Can some of you Donek owners please share your training methods?


----------



## outcold00 (Aug 6, 2007)

My uncle used to have Doneks. He would let a tippler go with a couple of doneks. The tippler would lead the doneks up high and keep them flying over the loft. Then when they get just like he wanted them he would whistle real loud.
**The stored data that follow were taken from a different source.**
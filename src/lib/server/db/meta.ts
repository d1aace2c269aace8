import { datetime, mysqlTable, varchar } from 'drizzle-orm/mysql-core';

/** Which demo-data steps have run on this database, so seeding twice adds nothing. */
export const seedRuns = mysqlTable('seed_run', {
	name: varchar({ length: 64 }).primaryKey(),
	ranAt: datetime({ mode: 'date', fsp: 3 }).notNull()
});
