// Who may see an attached photo follows what owns it. Each scope maps to a check the owning
// feature provides: it answers 'public' (anyone; may be cached by shared caches), 'restricted'
// (this viewer only; private caching) or null (not visible: the photo answers 404).
//
// A feature that owns photos adds ONE entry here, e.g.
//   listing: swaps.photoAudience,
// and then passes its scope name to media.attach / setPhotos / listFor / deleteFor.
import type { Viewer } from '../club/users';
import * as tanks from '../journals/tanks';
import * as entries from '../journals/entries';
import * as listings from '../swaps/listings';
import * as contestEntries from '../contests/contest-entries';
import type { MediaRow } from './schema';

export type MediaAudience = 'public' | 'restricted';
export type ScopeCheck = (viewer: Viewer | null, scopeId: number) => Promise<MediaAudience | null>;

const scopes = {
	tank: tanks.photoAudience,
	entry: entries.photoAudience,
	listing: listings.photoAudience,
	'contest-entry': contestEntries.photoAudience
} satisfies Record<string, ScopeCheck>;

export type MediaScope = keyof typeof scopes;

export const isMediaScope = (value: string): value is MediaScope => Object.hasOwn(scopes, value);

/**
 * Whether `viewer` may see this photo, and how it may be cached. A pending upload is its owner's
 * alone; a photo whose scope has no registered check is seen by nobody.
 */
export async function audienceFor(viewer: Viewer | null, row: Pick<MediaRow, 'ownerId' | 'scope' | 'scopeId'>): Promise<MediaAudience | null> {
	if (row.scope === null || row.scopeId === null) return viewer?.id === row.ownerId ? 'restricted' : null;
	if (!isMediaScope(row.scope)) return null;
	return scopes[row.scope](viewer, row.scopeId);
}
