import { drizzle, type MySql2Database } from 'drizzle-orm/mysql2';
import mysql from 'mysql2/promise';
import { config } from '../config';
import * as schema from './schema';
import { countStatements } from './query-count';

export type Database = MySql2Database<typeof schema>;
/** A transaction handle; domain functions that must join the caller's transaction take one. */
export type Tx = Parameters<Parameters<Database['transaction']>[0]>[0];
export type DbOrTx = Database | Tx;

function createPool(url: string) {
	const pool = mysql.createPool({
		uri: url,
		connectionLimit: 10,
		// All DATETIME values are UTC, in JavaScript and in the session.
		timezone: 'Z',
		dateStrings: false,
		charset: 'utf8mb4_unicode_ci',
		enableKeepAlive: true
	});
	pool.pool.on('connection', (conn) => {
		conn.query("SET time_zone = '+00:00'");
	});
	if (config().BENCH) countStatements(pool);
	return pool;
}

// The pool connects lazily, so importing this module (e.g. during `vite build`) opens nothing.
export const pool = createPool(config().DATABASE_URL);
export const db: Database = drizzle(pool, { schema, mode: 'default', casing: 'snake_case' });

/** A separate pool, for tests and workers that must not share connections with the app's. */
export function connect(url = config().DATABASE_URL) {
	const own = createPool(url);
	return {
		pool: own,
		db: drizzle(own, { schema, mode: 'default', casing: 'snake_case' }) as Database,
		close: () => own.end()
	};
}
The doneks would dive and spin and the tippler would stay up.


----------



## Axilleas (Jan 22, 2010)

Hi there mate !!Tippler is the worse bird to let Doneks fly with...This is how i traine my young Greek Doneks > I let out 2 old with 1 youngsta and wait for them to climb to a height maybe 1000 feet;then I toss out my droppers.Everytime you have to do this in a same way... from same position ....I keep doing this until young bird learns. 


*Greek Doneks*


----------



## outcold00 (Aug 6, 2007)

Axilleas said:


> Hi there mate !!Tippler is the worse bird to let Doneks fly with...This is how i traine my young Greek Doneks > I let out 2 old with 1 youngsta and wait for them to climb to a height maybe 1000 feet;then I toss out my droppers.Everytime you have to do this in a same way... from same position ....I keep doing this until young bird learns.
> 
> 
> *Greek Doneks*


The tippler keeps the doneks above the loft and makes them climb. My uncle had Macedonian doneks imported from Tetovo. He never used droppers he would whistle and they would freeze then dive and twirl.


----------



## Axilleas (Jan 22, 2010)

Your uncle wasnt traning his Doneks i guess they were already trained ..Still make em fly with Tippler would effect their performance my friend. ; I am from where this birds originaly came from Greece/Macedonia this is how we traine our birds for 100s of years....Doneks r high flyers so ; you dont need another breed to make em climb......Some ppl use another breed to keep them flying over the loft ....but that cant be tippler..Tippler wont dive with Doneks when you toss ur droppers or>(whistle)..and ur young birds will stay in the air with ur tippler...You want em to learn > dive n spinn with ur signal..


----------



## TheGame (Apr 17, 2008)

Thanks for the tip. How would I train young babies if I dont have any adults to send them up with?? 

Thanks


----------



## tasos296 (Dec 29, 2007)

take each baby with your other birds out and release them
facing the coop.They have to get the confort of the outside enviroment
I would send you training birds if you like.Live in US.


----------



## TheGame (Apr 17, 2008)

I appreciate your offer however I dont even know If i will have my birds still within the end of this year. Pops got a new job and might be moving, which means the house would have to go up for sale and etc.... I will be giving my birds to my friend to hold.


----------



## TheGame (Apr 17, 2008)

Anyone here that is experienced with Doneks that I could speak to over the phone for training instructions???


----------